Exercise objective ▸
In the material below, find the line with "if (district.profiles.length === 0)" and the line with "if (input.weather.length === 0)", then output those two lines and every line between them, exactly.
-----
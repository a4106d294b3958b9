/**
 * One district's season, computed without I/O: the vector clock of each of its profiles, then the
 * tier inputs (docs/tier.md) and the tier with low / central / high variants.
 */
import { computeSeason, epiWeek, type EpiWeekSystem, getProfile, type SeasonDay, type SeasonInputDay, weeksInYear } from '../../shared/model';
import { aggregateLarvalIndices, c2, channelZone, endemicChannel } from '../../shared/signals';
import { computeTier, type TierInputs, type TierResult, type TierSettings } from '../../shared/tier';
import type { CaseRow, DistrictForRun, SurveyRow, VectorClockRows } from './season.repository';

export interface DistrictSeasonInput {
  district: DistrictForRun;
  asOf: string;
  seasonYear: number;
  weather: SeasonInputDay[];
  /** Weather of earlier seasons (for "generations against the usual"), by year. */
  priorWeather: Map<number, SeasonInputDay[]>;
  cases: CaseRow[];
  excludedYears: Map<string, number[]>;
  surveys: SurveyRow[];
  settings: TierSettings;
  epiSystem: EpiWeekSystem;
  channelMethod: 'geometric' | 'quartile' | 'mean-2sd';
}

export interface DistrictSeasonResult {
  rows: VectorClockRows;
  tier: TierResult;
  tierLow: TierResult;
  tierHigh: TierResult;
  profileId: string | null;
  casesThisWeek: number | null;
  channelZone: 'below' | 'within' | 'above' | null;
  latestWeather: string | null;
  warnings: { code: string; message: string }[];
}

const mean = (xs: number[]) => (xs.length ? xs.reduce((a, b) => a + b, 0) / xs.length : null);
const lastN = <T>(xs: T[], n: number) => xs.slice(Math.max(0, xs.length - n));
const daysBetween = (a: string, b: string) => Math.round((Date.parse(b) - Date.parse(a)) / 86_400_000);
const biofixFor = (monthDay: string | null, year: number) => (monthDay ? `${year}-${monthDay}` : undefined);

function seasonOf(district: DistrictForRun, profileId: string, biofix: string | null, year: number, days: SeasonInputDay[]): SeasonDay[] {
  if (days.length === 0 || district.lat === null) return [];
  return computeSeason(getProfile(profileId), { lat: district.lat, biofix: biofixFor(biofix, year) }, days);
}

/** Generations by this day of the year, this season ÷ the mean of earlier seasons (null without them). */
function generationsRatio(input: DistrictSeasonInput, profileId: string, biofix: string | null, current: SeasonDay[]): number | null {
  const now = current[current.length - 1];
  if (!now) return null;
  const md = input.asOf.slice(5);
  const prior: number[] = [];
  for (const [year, days] of input.priorWeather) {
    const upTo = days.filter((d) => d.date.slice(5) <= md);
    const s = seasonOf(input.district, profileId, biofix, year, upTo);
    if (s.length > 300 || s.length > current.length * 0.9) prior.push(s[s.length - 1].generations);
  }
  const usual = mean(prior);
  return usual && usual > 0 ? now.generations / usual : null;
}

function caseInputs(input: DistrictSeasonInput) {
  const now = epiWeek(input.asOf, input.epiSystem);
  const byDisease = new Map<string, Map<string, number>>();
  let latest: { year: number; week: number } | null = null;
  for (const r of input.cases) {
    let m = byDisease.get(r.diseaseId);
    if (!m) byDisease.set(r.diseaseId, (m = new Map()));
    m.set(`${r.epiYear}:${r.epiWeek}`, r.cases);
    const beforeNow = r.epiYear < now.year || (r.epiYear === now.year && r.epiWeek <= now.week);
    if (beforeNow && (!latest || r.epiYear > latest.year || (r.epiYear === latest.year && r.epiWeek > latest.week)))
      latest = { year: r.epiYear, week: r.epiWeek };
  }
  if (!latest) return { zone: null, aberrationAlarm: null, growthRatio: null, cases: null, ageWeeks: null };
  const ageWeeks = latest.year === now.year ? now.week - latest.week : now.week + weeksInYear(latest.year, input.epiSystem) - latest.week;
  let best: { rank: number; zone: 'below' | 'within' | 'above' | null; alarm: boolean | null; growth: number | null } | null = null;
  let total = 0;
  for (const [diseaseId, counts] of byDisease) {
    const x = counts.get(`${latest.year}:${latest.week}`);
    if (x === undefined) continue;
    total += x;
    const excluded = input.excludedYears.get(`${input.district.id}:${diseaseId}`) ?? [];
    const history: number[] = [];
    for (let y = latest.year - 1; y >= latest.year - 7 && history.length < 7; y--) {
      const h = counts.get(`${y}:${latest.week}`);
      if (h !== undefined && !excluded.includes(y)) history.push(h);
    }
    const zone = history.length >= 2 ? channelZone(x, endemicChannel(input.channelMethod, history)) : null;
    // The reported weeks in order, up to the latest (a week nobody reported is left out, not read as zero).
    const series = [...counts.entries()]
      .map(([k, v]) => ({ k: k.split(':').map(Number), v }))
      .filter(({ k }) => k[0] < latest!.year || (k[0] === latest!.year && k[1] <= latest!.week))
      .sort((a, b) => a.k[0] - b.k[0] || a.k[1] - b.k[1])
      .map((e) => e.v);
    const recent = lastN(series, 20);
    const alarms = recent.length >= 10 ? c2(recent).alarm : [];
    const alarm = alarms.length ? alarms[alarms.length - 1] : null;
    const prev = recent.length >= 2 ? recent[recent.length - 2] : null;
    const growth = prev !== null && prev > 0 ? x / prev : null;
    const rank = (zone === 'above' ? 4 : zone === 'within' ? 2 : 0) + (alarm ? 2 : 0) + Math.min(1, Math.max(0, (growth ?? 1) - 1));
    if (!best || rank > best.rank) best = { rank, zone, alarm, growth };
  }
  return {
    zone: best?.zone ?? null,
    aberrationAlarm: best?.alarm ?? null,
    growthRatio: best?.growth ?? null,
    cases: total,
    ageWeeks: latest.year === now.year && latest.week === now.week ? 0 : ageWeeks,
  };
}

export function computeDistrictSeason(input: DistrictSeasonInput, rows: VectorClockRows): DistrictSeasonResult {
  const warnings: DistrictSeasonResult['warnings'] = [];
  const { district } = input;
  if (district.profiles.length === 0) warnings.push({ code: 'no_profiles', message: `${district.code}: no vector profile assigned.` });
  if (input.weather.length === 0) warnings.push({ code: 'missing_weather', message: `${district.code}: no weather this season.` });
  if (district.lat === null) warnings.push({ code: 'no_position', message: `${district.code}: no boundary, so no latitude for day length.` });

  type Candidate = { profileId: string; rvc: number | null; rvcLow: number | null; rvcHigh: number | null; last: SeasonDay; biofix: string | null; days: SeasonDay[] };
  const candidates: Candidate[] = [];
  for (const { profileId, biofix } of district.profiles) {
    const days = seasonOf(district, profileId, biofix, input.seasonYear, input.weather);
    for (const d of days) {
      rows.profileId.push(profileId);
      rows.date.push(d.date);
      rows.degreeDays.push(d.degreeDays);
      rows.cumulativeDegreeDays.push(d.cumulativeDegreeDays);
      rows.complete.push(d.complete);
      rows.generations.push(d.generations);
      rows.eipDays.push(d.eipDays);
      rows.survival.push(d.survival);
      rows.survivalThroughEip.push(d.survivalThroughEip);
      rows.eipShare.push(d.eipShareInLifetime);
      rows.rvc.push(d.relativeVectorialCapacity);
      rows.rvcLow.push(d.ranges?.relativeVectorialCapacity.low ?? null);
      rows.rvcHigh.push(d.ranges?.relativeVectorialCapacity.high ?? null);
      rows.seasonOpen.push(d.seasonOpen);
    }
    if (days.length === 0) continue;
    const recent = lastN(days, 14);
    const pick = (f: (d: SeasonDay) => number | null | undefined) => mean(recent.map(f).filter((v): v is number => typeof v === 'number'));
    candidates.push({
      profileId, biofix, days, last: days[days.length - 1],
      rvc: pick((d) => d.relativeVectorialCapacity),
      rvcLow: pick((d) => d.ranges?.relativeVectorialCapacity.low ?? d.relativeVectorialCapacity),
      rvcHigh: pick((d) => d.ranges?.relativeVectorialCapacity.high ?? d.relativeVectorialCapacity),
    });
  }
  // The profile most favoured by this season's weather drives the climate and vector clock drivers.
  const primary = candidates.sort((a, b) => (b.rvc ?? -1) - (a.rvc ?? -1))[0] ?? null;
  const larval = input.surveys.length ? aggregateLarvalIndices(input.surveys as never) : null;
  const cases = caseInputs(input);
  const latestWeather = [...input.weather].reverse().find((d) => d.tmin !== null && d.tmax !== null)?.date ?? null;

  const genRatio = primary ? generationsRatio(input, primary.profileId, primary.biofix, primary.days) : null;
  const build = (variant: 'central' | 'low' | 'high'): TierInputs => {
    const share = primary?.last.eipShareInLifetime ?? null;
    const shareRange = primary?.last.ranges?.eipShareInLifetime;
    return {
      climate: {
        rvc14: primary ? (variant === 'low' ? primary.rvcLow : variant === 'high' ? primary.rvcHigh : primary.rvc) : null,
        seasonOpen: primary ? primary.last.seasonOpen : null,
      },
      vectorClock: {
        eipShare: variant === 'low' ? (shareRange?.low ?? share) : variant === 'high' ? (shareRange?.high ?? share) : share,
        generationsRatio: genRatio,
      },
      larval: { breteau: larval?.breteau ?? null, house: larval?.house ?? null },
      cases: { zone: cases.zone, aberrationAlarm: cases.aberrationAlarm, growthRatio: cases.growthRatio, cases: cases.cases },
      weatherAgeDays: latestWeather ? daysBetween(latestWeather, input.asOf) : null,
      caseAgeWeeks: cases.ageWeeks,
    };
  };
  const central = build('central');
  const tier = computeTier(central, input.settings);
  if (tier.confidence !== 'ok') warnings.push({ code: `tier_${tier.confidence}`, message: `${district.code}: ${tier.notes.join(' ')}` });
  return {
    rows,
    tier,
    tierLow: computeTier(build('low'), input.settings),
    tierHigh: computeTier(build('high'), input.settings),
    profileId: primary?.profileId ?? null,
    casesThisWeek: cases.cases,
    channelZone: cases.zone,
    latestWeather,
    warnings,
  };
}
-----
Reply to the task ▸
  if (district.profiles.length === 0) warnings.push({ code: 'no_profiles', message: `${district.code}: no vector profile assigned.` });
  if (input.weather.length === 0) warnings.push({ code: 'missing_weather', message: `${district.code}: no weather this season.` });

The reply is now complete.